ICAEW chart of the week: BBC

The BBC released its Annual Report and Accounts last week, but you might have been forgiven for thinking that its financial results had been omitted given the media focus on the sections devoted to staff pay. We thought we might buck that trend and take a look at the BBC’s income and expenditure for the #ICAEWchartoftheweek.

The chart illustrates how the BBC generated revenue of £4.9bn in the year ended 31 March 2019. This is less than the £8bn or £9bn generated by Sky in the UK & Ireland each year, but more than ITV’s £3bn or Channel 4’s £1bn. Some £3.2bn came from the 21.4m households that pay the full licence fee, with the government providing a further £0.6bn and assorted commercial revenue streams adding up to £1.1bn.

Expenditure of £5.0bn included £4.1bn on public service broadcasting, paying for 9 TV channels and 56 radio stations in the UK, radio services around the world in more than 40 languages, and extensive online services – most notably BBC iPlayer.

Net commercial income provides a small subsidy to licence fee payers, with attempts by the BBC to start a global subscription service for British TV content yet to bear much fruit. On the other hand, licence fee payers provided £278m of the £371m cost of the World Service, with the government contributing £93m to expand services.

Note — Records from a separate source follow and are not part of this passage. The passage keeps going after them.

import { describe, expect, it } from '@jest/globals';
import fc from 'fast-check';
import { markEntry } from '#shared/contracts/survey';
import { changedFields, emptyTexts, entryOf, textsOf } from './mark-texts';
import { aMark } from './testing';

describe('a mark in the form', () => {
  it('is sent in metres with what was typed word for word', () => {
    const entry = entryOf({
      ...emptyTexts,
      label: ' G1 ',
      kind: 'gouge',
      x: `3'-6"`,
      y: '450 mm',
      sigmaX: '2 cm',
      sigmaY: '30 mm',
      order: '4',
    });
    // 3 ft 6 in are 42 in of 25.4 mm.
    expect(entry.at[0]).toBeCloseTo(1.0668, 12);
    expect(entry).toMatchObject({
      label: 'G1',
      sigma: [0.02, 0.03],
      height: null,
      trace: null,
      order: 4,
      raw: `x: 3'-6"; y: 450 mm; uncertainty x: 2 cm; uncertainty y: 30 mm`,
    });
  });

  it('has the same uncertainty along y when none is typed', () => {
    expect(entryOf({ ...emptyTexts, label: 'a', x: '1', y: '2', sigmaX: '5 mm' }).sigma).toEqual([
      0.005, 0.005,
    ]);
  });

  it('comes back from the form as it was', () => {
    fc.assert(
      fc.property(
        fc.double({ min: -1000, max: 1000, noNaN: true }),
        fc.integer({ min: 1, max: 3000 }),
        fc.integer({ min: 1, max: 3000 }),
        fc.constantFrom(0, 0.5, -0.25),
        (x, sx, sy, rho) => {
          const [a, b] = [sx / 1000, sy / 1000];
          const at: [number, number] = [x + 0, 1 - x];
          const mark = aMark({
            at,
            covariance: [
              [a * a, rho * a * b],
              [rho * a * b, b * b],
            ],
          });
          const texts = textsOf(mark);
          const entry = markEntry.parse(entryOf(texts));
          expect(entry.at).toEqual(at);
          expect(entry.sigma[0]).toBeCloseTo(a, 12);
          expect(entry.sigma[1]).toBeCloseTo(b, 12);
          expect(entry.correlation).toBeCloseTo(rho, 9);
          expect(changedFields(texts, textsOf(mark))).toEqual([]);
        },
      ),
      { seed: 7, numRuns: 100 },
    );
  });
});
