import type { HarnessLoader } from '@angular/cdk/testing';
import { TestbedHarnessEnvironment } from '@angular/cdk/testing/testbed';
import { type ComponentFixture, TestBed } from '@angular/core/testing';
import { MatButtonHarness } from '@angular/material/button/testing';
import { MatErrorHarness, MatFormFieldHarness } from '@angular/material/form-field/testing';
import { MatInputHarness } from '@angular/material/input/testing';
import { MatRadioButtonHarness } from '@angular/material/radio/testing';
import { beforeEach, describe, expect, it } from '@jest/globals';
import type { Mark } from '#shared/contracts/survey';
import { ApiProblem } from '../../core/api/api-problem';
import { MarkForm } from './mark-form';
import { SurveyMarks } from './survey-marks';
import { aMark, FakeServer, surveyProviders } from './testing';

let server: FakeServer;
let fixture: ComponentFixture<MarkForm>;
let loader: HarnessLoader;

beforeEach(() => {
  server = new FakeServer()
    .answer('GET', 'marks', { items: [], imports: [] })
    .answer('GET', 'mark-changes', { items: [] });
  TestBed.configureTestingModule({ providers: [...surveyProviders(server), SurveyMarks] });
});

function open(mark: Mark | null): void {
  fixture = TestBed.createComponent(MarkForm);
  fixture.componentRef.setInput('mark', mark);
  loader = TestbedHarnessEnvironment.loader(fixture);
}
const field = async (label: string): Promise<MatInputHarness> => {
  const found = await loader.getHarness(MatFormFieldHarness.with({ floatingLabelText: label }));
  const input = await found.getControl(MatInputHarness);
  if (!input) throw new Error(`no field ${label}`);
  return input;
};
const type = async (label: string, text: string): Promise<void> =>
  (await field(label)).setValue(text);
const press = async (text: string | RegExp): Promise<void> =>
  (await loader.getHarness(MatButtonHarness.with({ text }))).click();
const errors = async (): Promise<string[]> =>
  Promise.all((await loader.getAllHarnesses(MatErrorHarness)).map((error) => error.getText()));

describe('the form of a mark', () => {
  it('enters a mark, lengths in the units that are typed', async () => {
    open(null);
    server.answer('POST', 'marks', aMark());
    await type('Label', '101');
    await type('x', '12.5');
    await type('y', '-3250 mm');
    await type('Standard uncertainty along x', '20 mm');
    await press('Enter the mark');
    expect(server.sent).toHaveLength(1);
    expect(server.sent[0].request.body).toMatchObject({
      label: '101',
      at: [12.5, -3.25],
      sigma: [0.02, 0.02],
      raw: 'x: 12.5; y: -3250 mm; uncertainty x: 20 mm',
    });
    // Ready for the next one, which is mostly measured the same way.
    expect(await (await field('Label')).getValue()).toBe('');
    expect(await (await field('Standard uncertainty along x')).getValue()).toBe('20 mm');
  });

  it('sends nothing without an uncertainty or its unit', async () => {
    open(null);
    await type('Label', '101');
    await type('x', '1');
    await type('y', '2');
    await press('Enter the mark');
    expect(await errors()).toEqual(['Type a value.']);
    await type('Standard uncertainty along x', '20');
    await press('Enter the mark');
    expect((await errors())[0]).toMatch(/^Write the unit too/);
    expect(server.sent).toEqual([]);
  });

  it('asks what a comma means and takes the answer', async () => {
    open(null);
    await type('x', '1,250');
    const choices = await loader.getAllHarnesses(MatButtonHarness.with({ text: /^1/ }));
    expect(await Promise.all(choices.map((choice) => choice.getText()))).toEqual(['1.250', '1250']);
    await choices[0].click();
    expect(await (await field('x')).getValue()).toBe('1.250');
  });

  it('shows what the server says beside the field', async () => {
    open(null);
    server.answer(
      'POST',
      'marks',
      new ApiProblem(422, 'Please correct', '', [{ field: 'label', message: 'stands already' }]),
    );
    await type('Label', '101');
    await type('x', '1');
    await type('y', '2');
    await type('Standard uncertainty along x', '2 cm');
    await press('Enter the mark');
    expect(await errors()).toEqual(['Stands already.']);
    expect(await (await field('Label')).getValue()).toBe('101');
  });

  it('changes a mark with its reason, from the version that was opened', async () => {
    open(aMark({ version: 3 }));
    server.answer('PUT', 'marks/:markId', aMark({ version: 4 }));
    await type('x', '12.6 m');
    await press('Save the change');
    expect(await errors()).toEqual(['This is needed.']);
    await type('Reason for the change', 'Read again');
    await press('Save the change');
    expect(server.sent[0].request).toMatchObject({
      ifMatch: 3,
      body: { at: [12.6, -3.25], reason: 'Read again' },
    });
  });

  it('shows both versions when somebody else saved, and loses nothing that was typed', async () => {
    open(aMark());
    const theirs = aMark({ at: [12.9, -3.25], note: 'by the kerb', version: 2 });
    server.answer('PUT', 'marks/:markId', new ApiProblem(412, 'Changed', '', [], theirs));
    await type('x', '12.6 m');
    await type('Height', '0.1 m');
    await type('Reason for the change', 'Read again');
    await press('Save the change');
    const text = (fixture.nativeElement as HTMLElement).textContent;
    expect(text).toMatch(/Somebody else saved this mark/);
    expect(text).toMatch(/12\.6 m\s*12\.9 m/);
    expect(await (await field('x')).getValue()).toBe('12.6 m');
    server.answer('PUT', 'marks/:markId', aMark({ version: 3 }));
    await (await loader.getHarness(MatRadioButtonHarness.with({ label: 'yours' }))).check();
    await press('Save what was chosen');
    expect(server.sent[1].request).toMatchObject({
      ifMatch: 2,
      body: { at: [12.6, -3.25], height: 0.1, note: 'by the kerb', reason: 'Read again' },
    });
  });
});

At the bottom line, the BBC incurred a loss of £69m, compared with a profit of £180m in the previous year. This was driven by a cut of £187m in the government’s funding for free TV licences for over-75s, while lower DVD sales led to a decline in commercial revenue.

With the remaining £468m of annual funding for 4.6m over-75s TV licences to be phased out completely by June 2020, the BBC has announced that it will continue to provide free TV licences for around 1.5m poorer households to be funded through efficiency savings. Further losses are likely in 2019-20 and 2020-21 as the BBC loses government funding before over-75s not on pensions credit start to pay the licence fee in 2020.

The fee for a colour TV licence in 2018-19 was £150.50 or £12.54 per month, with the BBC estimating that £6.92, £2.17, £1.24 and £1.08 of this respectively went on TV, radio, the World Service and BBC Online, with the balance of £1.13 paying for other services, production, licence fee collection and other costs.

The BBC faces many challenges. There is financial pressure with the withdrawal of government funding and the struggle to generate more commercial income, competition for viewers from streaming services such as Netflix, and very high levels of political flak from all sides. More fundamentally, the BBC’s business model based on a compulsory subscription is under question – will that survive in the new media landscape that is emerging?